The Right to Be Forgotten: A Criminal’s Best Friend?
By now, you’ve likely heard about the the proposed EU regulation concerning the right to be forgotten. The drafters of the proposal expressed concern for social media users who have posted comments or photographs that they later regretted. Commissioner Reding explained: “If an individual no longer wants his personal data to be processed or stored by a data controller, and if there is no legitimate reason for keeping it, the data should be removed from their system.”
Proposed Article 17 provides:
[T]he data subject shall have the right to obtain from the controller the erasure of personal data relating to them and the abstention from further dissemination of such data, especially in relation to personal data which are made available by the data subject while he or she was a child, where one of the following grounds applies . . . .

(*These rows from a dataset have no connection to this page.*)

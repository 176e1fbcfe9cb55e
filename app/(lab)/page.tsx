import Link from "next/link";
import { requirePageUser } from "@/app/_lib/auth";
import { AlarmFeed } from "@/components/alarms/alarm-feed";
import { AlarmSlot } from "@/components/alarms/alarm-slot";
import { ChannelLive, type KnownRevision } from "@/components/overview/channel-live";
import { LiveBanner } from "@/components/overview/live-banner";
import { db } from "@/db";
import { listAlarmRules } from "@/db/queries/alarm-rules";
import { listChannels, type ChannelRow } from "@/db/queries/channels";
import { listActiveRevisions } from "@/db/queries/deployments";
import { env } from "@/lib/env";
import { formatHz } from "@/lib/format/units";
import { WS_PATH } from "@/lib/protocol";
import { LOST_BATCHES_MEANING } from "@/components/overview/format";

function groupByRig(channels: ChannelRow[]) {
  const rigs = new Map<string, { name: string; devices: Map<string, { name: string; channels: ChannelRow[] }> }>();
  for (const c of channels) {
    const rig = rigs.get(c.rigKey) ?? { name: c.rigName, devices: new Map() };
    rigs.set(c.rigKey, rig);
    const device = rig.devices.get(c.deviceKey) ?? { name: c.deviceName, channels: [] };
    rig.devices.set(c.deviceKey, device);
    device.channels.push(c);
  }
  return rigs;
}

/** Active revisions by id, so a card can name the production filter the sidecar reports and link its set. */
async function knownRevisions(): Promise<Record<string, KnownRevision>> {
  const active = await listActiveRevisions(db());
  return Object.fromEntries(active.map((d) => [String(d.revisionId), { setId: d.setId, setName: d.setName, revision: d.revision }]));
}

export default async function OverviewPage() {
  await requirePageUser();
  const [channels, revisions, rules] = await Promise.all([listChannels(db()), knownRevisions(), listAlarmRules(db(), { enabledOnly: true })]);
  const rigs = groupByRig(channels);
  const ruleCount = (path: string) => rules.filter((r) => r.channel === path).length;
  return (
    <AlarmFeed port={env().SIDECAR_PORT} wsPath={WS_PATH}>
      <div className="space-y-6">
        <div>
          <h1 className="text-xl font-semibold">Overview</h1>
          <p className="text-xs text-slate-500">Lost batches on a card: {LOST_BATCHES_MEANING}</p>
        </div>
        <LiveBanner />
        {rigs.size === 0 && <p className="text-sm text-slate-500">No rigs yet. An administrator adds rigs, devices and channels.</p>}
        {[...rigs].map(([rigKey, rig]) => (
          <section key={rigKey} className="card overflow-hidden" aria-label={rig.name}>
            <h2 className="border-b border-slate-200 px-4 py-2.5 font-medium dark:border-slate-800">
              {rig.name} <span className="num ml-2 text-xs text-slate-500">{rigKey}</span>
            </h2>
            {[...rig.devices].map(([deviceKey, device]) => (
              <div key={deviceKey} className="px-4 py-3">
                <h3 className="mb-2 text-sm font-medium text-slate-600 dark:text-slate-300">{device.name}</h3>
                <ul className="grid grid-cols-[repeat(auto-fit,minmax(17rem,1fr))] gap-2">
                  {device.channels.map((c) => (
                    <li key={c.path} data-channel={c.path} className="rounded-md border border-slate-200 px-3 py-2 dark:border-slate-800">
                      <Link href={`/channels/${c.path}`} className="group block">
                        <span className="block font-medium group-hover:text-brand-600">{c.name}</span>
                        <span className="num block text-xs text-slate-500">
                          {c.path} · {formatHz(c.sampleRateHz)} · {c.unit}
                        </span>
                      </Link>
                      <ChannelLive path={c.path} unit={c.unit} revisions={revisions} />
                      <AlarmSlot path={c.path} ruleCount={ruleCount(c.path)} />
                    </li>
                  ))}
                </ul>
              </div>
            ))}
          </section>
        ))}
      </div>
    </AlarmFeed>
  );
}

Where the controller referred to in paragraph 1 has made the personal data public, it shall take all reasonable steps, including technical measures, in relation to data for the publication of which the controller is responsible, to inform third parties which are processing such data, that a data subject requests them to erase any links to, or copy or replication of that personal data. Where the controller has authorised a third party publication of personal data, the controller shall be considered responsible for that publication.
The controller shall carry out the erasure without delay, except to the extent that the retention of the personal data is necessary: (a) for exercising the right of freedom of expression in accordance with Article 80; (b) for reasons of public interest in the area of public health in accordance with Article 81; (c) for historical, statistical and scientific research purposes in accordance with Article 83; (d) for compliance with a legal obligation to retain the personal data by Union or Member State law to which the controller is subject . . . .
The right is explained in paragraphs 53 and 54 of the preamble in the Regulation:
Any person should have the right to have personal data concerning them rectified and a ‘right to be forgotten’ where the retention of such data is not in compliance with this Regulation. In particular, data subjects should have the right that their personal data are erased and no longer processed, where the data are no longer necessary in relation to the purposes for which the data are collected or otherwise processed, where data subjects have withdrawn their consent for processing or where they object to the processing of personal data concerning them or where the processing of their personal data otherwise does not comply with this Regulation. This right is particularly relevant, when the data subject has given their consent as a child, when not being fully aware of the risks involved by the processing, and later wants to remove such personal data especially on the Internet. . . . To strengthen the ‘right to be forgotten’ in the online environment, the right to erasure should also be extended in such a way that a controller who has made the personal data public should be obliged to inform third parties which are processing such data that a data subject requests them to erase any links to, or copies or replications of that personal data. To ensure this information, the controller should take all reasonable steps, including technical measures, in relation to data for the publication of which the controller is responsible. In relation to a third party publication of personal data, the controller should be considered responsible for the publication, where the controller has authorised the publication by the third party.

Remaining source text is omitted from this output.